Step 4:unextimes++ if unextimes=T-S changes Step 7, otherwise changes Step 5.

Step 5: get next thread, change Step 3.

Step 6: make unextimes=0, if A [x, y]=-1 is dispensed to this thread [x, y] position, and the origin-location is changed to-1; Otherwise with the thread switch on this thread and [x, the y].Change Step 5.

Step 7: the position output mapped file according to each thread, finish.

Be example with above-mentioned H.264 demoder still, suppose not have particular thread need be fixed on certain particular processor unit, set d=1, the result that this method is carried out is: IP10 maps to (0,0), and IP9 maps to (0,2); IP7 maps to (0,3), and IP2 maps to (1,0), and IP11 maps to (1,1), and IP1 maps to (1; 2), IP3 maps to (1,3), and IP5 maps to (2,0), and IP0 maps to (2,1); IP6 maps to (2,2), and IP4 maps to (2,3), and IP8 maps to (3,2).

Suppose that thread IP5 must map to (3,1) in advance, set d=2, the result that this moment, this method was carried out is: IP10 maps to (3,3), and IP9 maps to (1,3); IP7 maps to (0,3), and IP2 maps to (3,2), and IP11 maps to (2,2), and IP1 maps to (1; 2), IP3 maps to (0,2), and IP5 maps to (3,1), and IP0 maps to (2,1); IP6 maps to (1,1), and IP4 maps to (0,1), and IP8 maps to (1,0).

Carrying out coding-decoding operation with two sections film-pieces that only contain box and hand is instantiation, and it maps to 20 threads among 5 * 5 the NoC, and document 1 said method and the inventive method power consumption and time ratio are seen table 2 and table 3 more respectively:

Table 2 document 1 said method and the inventive method power consumption comparison sheet

Table 3 document 1 said method and the inventive method time comparison sheet

Data show in table 2 and the table 3, and the optimum solution that method of the present invention is calculated is littler than document 1 described optimum solution power consumption; And when d=1, the time of finding the solution is shorter.

Should be noted that and understand, under the situation that does not break away from the desired the spirit and scope of the present invention of accompanying Claim, can make various modifications and improvement the present invention of above-mentioned detailed description.Therefore, the scope of the technical scheme of requirement protection does not receive the restriction of given any specific exemplary teachings.

Claims

1. the duty mapping method of a two-dimensional grid network-on-chip comprises the following steps:

3) export mapped file according to the position of said all threads.

2. method according to claim 1 is characterized in that, said step 1) comprises:

3. method according to claim 1 is characterized in that, said all threads also comprise the special thread that need map to ad-hoc location.
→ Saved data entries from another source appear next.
from processing.atomic import atomic_write_bytes
from processing.groups import GroupSpec
from processing.names import NAME_HINT, NAME_RE, channel_names, name_problem
from processing.settings import (
    LIMIT_KEYS,
    MAX_COUNTS,
    SETTING_KEYS,
    ChannelSettings,
    Limits,
    is_positive_number,
)
from processing.slider import SliderSpec
from protocol.errors import UserError
from protocol.printable import printable
from protocol.tomlfile import MIB, read_toml, shown_path

FORMAT_VERSION = 1
MAX_CHANNELS = 1024
# Far above any real profile: the largest padtune writes (1024 channels, each with every setting and limit
# of its own and a group per pair) is 563 KiB (tests/processing/test_profile_hostile.py measures it). Larger
# files are refused unread; a file at the cap parses in about 1.5 s at worst (tomllib, tiny tables).
MAX_PROFILE_BYTES = 2 * MIB
MAX_BOARD_CHARS = 200  # the board id: one line of printable text
SHOWN_PROBLEMS = 8  # a message lists this many problems, then says how many more
HINTED = 3  # unknown names that get a did-you-mean search; the rest are counted (each search is O(names))
LINE_CHARS = 300  # one problem's line is cut to this (a 4 MiB string value must not become the message)
TOP_KEYS = ("format_version", "board", "channels", "names", "polarity", "rate_hz", "defaults", "channel",
            "group", "slider", "limits")
Problems = list[tuple[str, str]]
GROUP_KEYS = ("name", "members", "switch_margin_counts")
CHANNEL_EXTRA_KEYS = ("measured", "limits")  # [channel.NAME] keys beside the settings
SLIDER_KEYS = ("name", "pads", "wheel", "resolution")


class ProfileError(UserError):
    """A profile that cannot be loaded or saved. `problems` holds every `file:key: message` line; the
    message is one line: the first SHOWN_PROBLEMS of them joined by ` | `, then how many more."""

    def __init__(self, problems: list[str]) -> None:
        self.problems = problems
        shown = [_cut(p) for p in problems[:SHOWN_PROBLEMS]]
        more = len(problems) - len(shown)
        if more:
            shown.append(f"and {more} more problem{'' if more == 1 else 's'}")
        super().__init__(" | ".join(shown))


def _cut(line: str) -> str:
    return line if len(line) <= LINE_CHARS else line[: LINE_CHARS - 3] + "..."


def _key(text: str) -> str:
    """A key or name quoted from the file, as a message shows it (escaped, cut)."""
    return printable(text, 60)


def _shown(value: Any) -> str:
    """A value quoted from the file: `'text'`, `3`, `[1, 2]`; a huge number by its digit count."""
    if isinstance(value, int) and not isinstance(value, bool) and abs(value) >= 10**18:
        return f"a number of {len(str(abs(value)))} digits"
    if isinstance(value, str):
        return f"'{printable(value, 60)}'"
    text = repr(value) if not isinstance(value, list | dict) or len(value) <= 8 else \
        f"a {'list' if isinstance(value, list) else 'table'} of {len(value)} items"
    return printable(text, 60)
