It composes the link strip, the channel table, the edit bar, the detail panel, the groups panel and the
event log, and owns the keys that act on them; the table owns its cursor keys and says which channel
is selected with a `ChannelTable.Highlighted` message. Data flows down: a timer is the only place it
comes in, polling the `LiveSource` twice a screen frame and handing each widget its snapshot inside one
`batch_update` once a frame (about 20 Hz), or at once after a detection (tui/pacing.py); the link's
reader thread never waits for the screen, and a slow frame only makes the timer skip a tick. Edits go
through an `Editor` (tui/editor.py), whose results become log lines and notices. The keys that read and
write files (recording, profile, export) and quitting with unsaved edits are `FileActions`
(tui/screens/live_files.py), which the screen inherits; their bindings are here with the others.
"""

from __future__ import annotations

import gc
import time
from collections.abc import Callable, Sequence
from dataclasses import replace
from typing import ClassVar

from textual.app import ComposeResult
from textual.binding import Binding
from textual.containers import Horizontal
from textual.notifications import SeverityLevel
from textual.reactive import reactive
from textual.screen import Screen
from textual.widgets import Footer

from processing.measure import ChannelQuality
from processing.settings import ChannelSettings
from processing.tuning import measured_marks
from protocol.errors import UserError
from protocol.events import BoardChanged
from protocol.printable import printable
from tui.editor import Editor, EditResult, Outcome
from tui.fields import EDIT_FIELDS, FROM_NOISE, NO_RATE, POLARITY_KEY, TIME_KEYS, field, polarity_word
from tui.files import FileQueue
from tui.log_feed import LogFeed
from tui.pacing import FramePacer
from tui.render.views import LinkView, LongView, Spectrum
from tui.screens.board_diff import BoardDiffScreen
from tui.screens.live_files import FileActions
from tui.screens.prompt import PromptScreen
from tui.source import LiveSource, Tick
from tui.widgets.channel_table import ChannelTable
from tui.widgets.detail_panel import ZOOM_KEYS, DetailPanel
from tui.widgets.edit_bar import EditBar, EditBarView
from tui.widgets.event_log import EventLog
from tui.widgets.groups_panel import GroupsPanel
from tui.widgets.kept_lines import keep_lines
from tui.widgets.link_strip import LinkStrip
from tui.words import plural
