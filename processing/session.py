"""The glue every front end uses: protocol events in, detection events and measures out.

`Session.handle(events)` feeds FrameBlocks to the engine, takes names, polarity and frame rate from
BoardInfo (names also from a plain form's StreamForm), re-baselines on a new session (an info line
carrying `proto`) or a board reset, rebuilds for a new width on BoardChanged, runs groups and sliders,
and keeps the measures. Live edits go through `set_channel_settings` and `set_polarity`; `profile`
always reflects them, ready to save. Frames that carry the board's own key states are compared with the
engine's (`processing.twin`): its reports (`TwinMismatch`) come out of `handle` among the detections, in
frame order, so every front end gets them through its pipeline; `twin` has the running count.

Before a channel detects it may have to go through its first contact (`processing.startup`): without
a profile its threshold and hysteresis are provisional, from its noise over its first quiet second;
without a stated direction (info line, profile, `--polarity`) it learns it from its first touch. Until
then it reports no touch. ALGORITHM.md, "Provisional settings" and "Polarity learned from the first
touch".
"""

from __future__ import annotations

from collections import deque
from collections.abc import Callable, Iterable, Iterator, Sequence
from dataclasses import dataclass, replace
from typing import Any

import numpy as np

from processing.boardtime import BoardClock
from processing.contact import EDITED, FirstContact
from processing.detections import DetectionEvent, KeyState, Rebaselined, StuckRelease
from processing.engine import Engine
from processing.fixed import to_counts
from processing.groups import ExclusiveGroup
from processing.measure import SETTLE_S, ChannelQuality, Measures, VerdictBounds
from processing.names import NameProblem, channel_names
from processing.profile import Profile, default_names, profile_for
from processing.provisional import QUIET_MIN_FRAMES, QUIET_S
from processing.reference import PlainEngine
from processing.settings import ChannelSettings
from processing.slider import Slider
from processing.startup import (
    READY,
    Measured,
    Startup,
    Transition,
    settings_for_engine,
)
from processing.twin import TwinCheck, TwinMismatch
from protocol.events import (
    BoardChanged,
    BoardInfo,
    Event,
    FaultKind,
    FrameBlock,
    LinkFault,
    StreamForm,
)

DEFAULT_RATE_HZ = 100.0  # assumed until the board states its rate or enough frames have arrived to tell



@dataclass(frozen=True, slots=True)
class ChannelRow:
    """One channel as a front end shows it: latest values, settings and quality, and its first contact:
    `polarity` (+1, -1, None while unknown), `provisional` (settings from its noise, not tuned) and
    `phase` ("measuring" its quiet second, "learning" its direction, or "ready")."""

    channel: int
    name: str
    reading: int
    baseline_counts: int
    delta_counts: int
    state: KeyState
    settings: ChannelSettings
    quality: ChannelQuality
    polarity: int | None = 1
    provisional: bool = False
    phase: str = READY


_INFO_KEYS = ("proto", "board", "channels", "rate_hz", "names", "method", "polarity", "fw")


def _merged_info(session: BoardInfo | None, line: BoardInfo) -> BoardInfo:
    """The session's info after `line`: a new session replaces it, any other line updates the keys it has."""
    if session is None or line.new_session:
        return line
    given = {k: getattr(line, k) for k in _INFO_KEYS if getattr(line, k) not in (None, ())}
    return replace(session, t_s=line.t_s, fields={**session.fields, **line.fields}, **given)


def _slice(block: FrameBlock, a: int, b: int) -> FrameBlock:
    if a == 0 and b == len(block):
        return block
    bt = block.board_time[a:b] if block.board_time is not None else None
    bs = block.board_states[a:b] if block.board_states is not None else None
    return FrameBlock(block.t_s[a:b], block.seq[a:b], block.readings[a:b], block.first_index + a, bt, bs)


def _joined(events: Iterable[Event]) -> Iterator[Event]:
    """The events in order, each run of frame blocks that continue one another as one block.

    A link hands over a block per read (a few each screen frame, one per frame from a slow board);
    the detector's results do not depend on the cuts, but each block costs its own pass through the
    engine and measures: one pass per run is several times cheaper.
    """
    run: list[FrameBlock] = []
    for ev in events:
        if isinstance(ev, FrameBlock) and (not run or _continues(run[-1], ev)):
            run.append(ev)
            continue
        if run:
            yield _concat(run)
            run = []
        if isinstance(ev, FrameBlock):
            run.append(ev)
        else:
            yield ev
    if run:
        yield _concat(run)


def _continues(a: FrameBlock, b: FrameBlock) -> bool:
    return b.first_index == a.first_index + len(a) and b.channels == a.channels and \
        (a.board_time is None) == (b.board_time is None) and \
        (a.board_states is None) == (b.board_states is None)


def _concat(run: list[FrameBlock]) -> FrameBlock:
    if len(run) == 1:
        return run[0]
    bt = None if run[0].board_time is None else np.concatenate([b.board_time for b in run])
    bs = None if run[0].board_states is None else np.concatenate([b.board_states for b in run])
    return FrameBlock(np.concatenate([b.t_s for b in run]), np.concatenate([b.seq for b in run]),
                      np.concatenate([b.readings for b in run]), run[0].first_index, bt, bs)

# Builds the engine for (channels, settings, polarity, profile) in place of the Python one: an object with
# Engine's API. One whose `runs_groups` is true also runs the profile's groups and sliders, returning their
# events after each frame's channel events (the C library through tui/firmware_engine.py does).
EngineFactory = Callable[[int, list[ChannelSettings], list[int], Profile], Any]
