@SETTINGS
@given(
    st.integers(1, 40),
    st.integers(1, 12),
    st.one_of(st.none(), st.integers(0, 65535)),
    st.booleans(),
    st.integers(0, 2**32),
)
def test_block_encoder_round_trip(n, channels, first_seq, checksum, seed):
    rng = np.random.default_rng(seed)
    block = rng.integers(-(2**31), 2**31, size=(n, channels))
    data = encode_frames(block, first_seq, checksum)
    assert data == b"".join(
        encode_frame(row, None if first_seq is None else (first_seq + i) % 65536, checksum)
        for i, row in enumerate(block)
    )
    dec = Decoder()
    # Plain frames as a v1 board sends them: after an info line with the channel count (read at once).
    head = encode_info({"channels": channels}, checksum) if first_seq is None else b""
    events = dec.feed(head + data, 0.0)
    rows = [f for f in flat(events) if f[0] == "frame"]
    assert [r[3] for r in rows] == [tuple(r) for r in block.tolist()]
    if first_seq is not None:
        assert [r[2] for r in rows] == [(first_seq + i) % 65536 for i in range(n)]
    assert dec.stats.lost == dec.stats.resets == dec.stats.garbled == dec.stats.bad_checksum == 0


@SETTINGS
@given(
    st.dictionaries(
        st.text(alphabet="abcdefghijklmnopqrstuvwxyz_", min_size=1, max_size=8).filter(
            lambda k: k not in ("proto", "channels", "rate", "names", "polarity", "board", "method", "fw")
        ),
        st.text(alphabet="abcdefghijklmnopqrstuvwxyz0123456789,._-", max_size=10),
        max_size=5,
    ),
    st.text(alphabet="abc xyz 123!@#*", max_size=30),
    st.booleans(),
)
def test_info_and_note_round_trip(extra, note, checksum):
    fields = {"proto": 1, "board": "greenhouse", "channels": 2, "names": ["zone1", "stop"], **extra}
    dec = Decoder()
    events = dec.feed(encode_info(fields, checksum) + encode_note(note, checksum=True), 0.0)
    info, note_ev = events
    assert info.fields == {k: (",".join(v) if isinstance(v, list) else str(v)) for k, v in fields.items()}
    assert info.names == ("zone1", "stop") and note_ev.text == note.strip(" \t")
4. method according to claim 3 is characterized in that, said step 1) comprises:

11 ') list said special thread in a formation;

5. according to claim 2 or 4 described methods, it is characterized in that said step 13) is calculated common thread desired location to be allocated according to following formula according to the thread desired location of having distributed:

6. according to claim 2 or 4 described methods, it is characterized in that said step 2) comprising:

7. method according to claim 6 is characterized in that, said and distance desired location is calculated according to manhatton distance.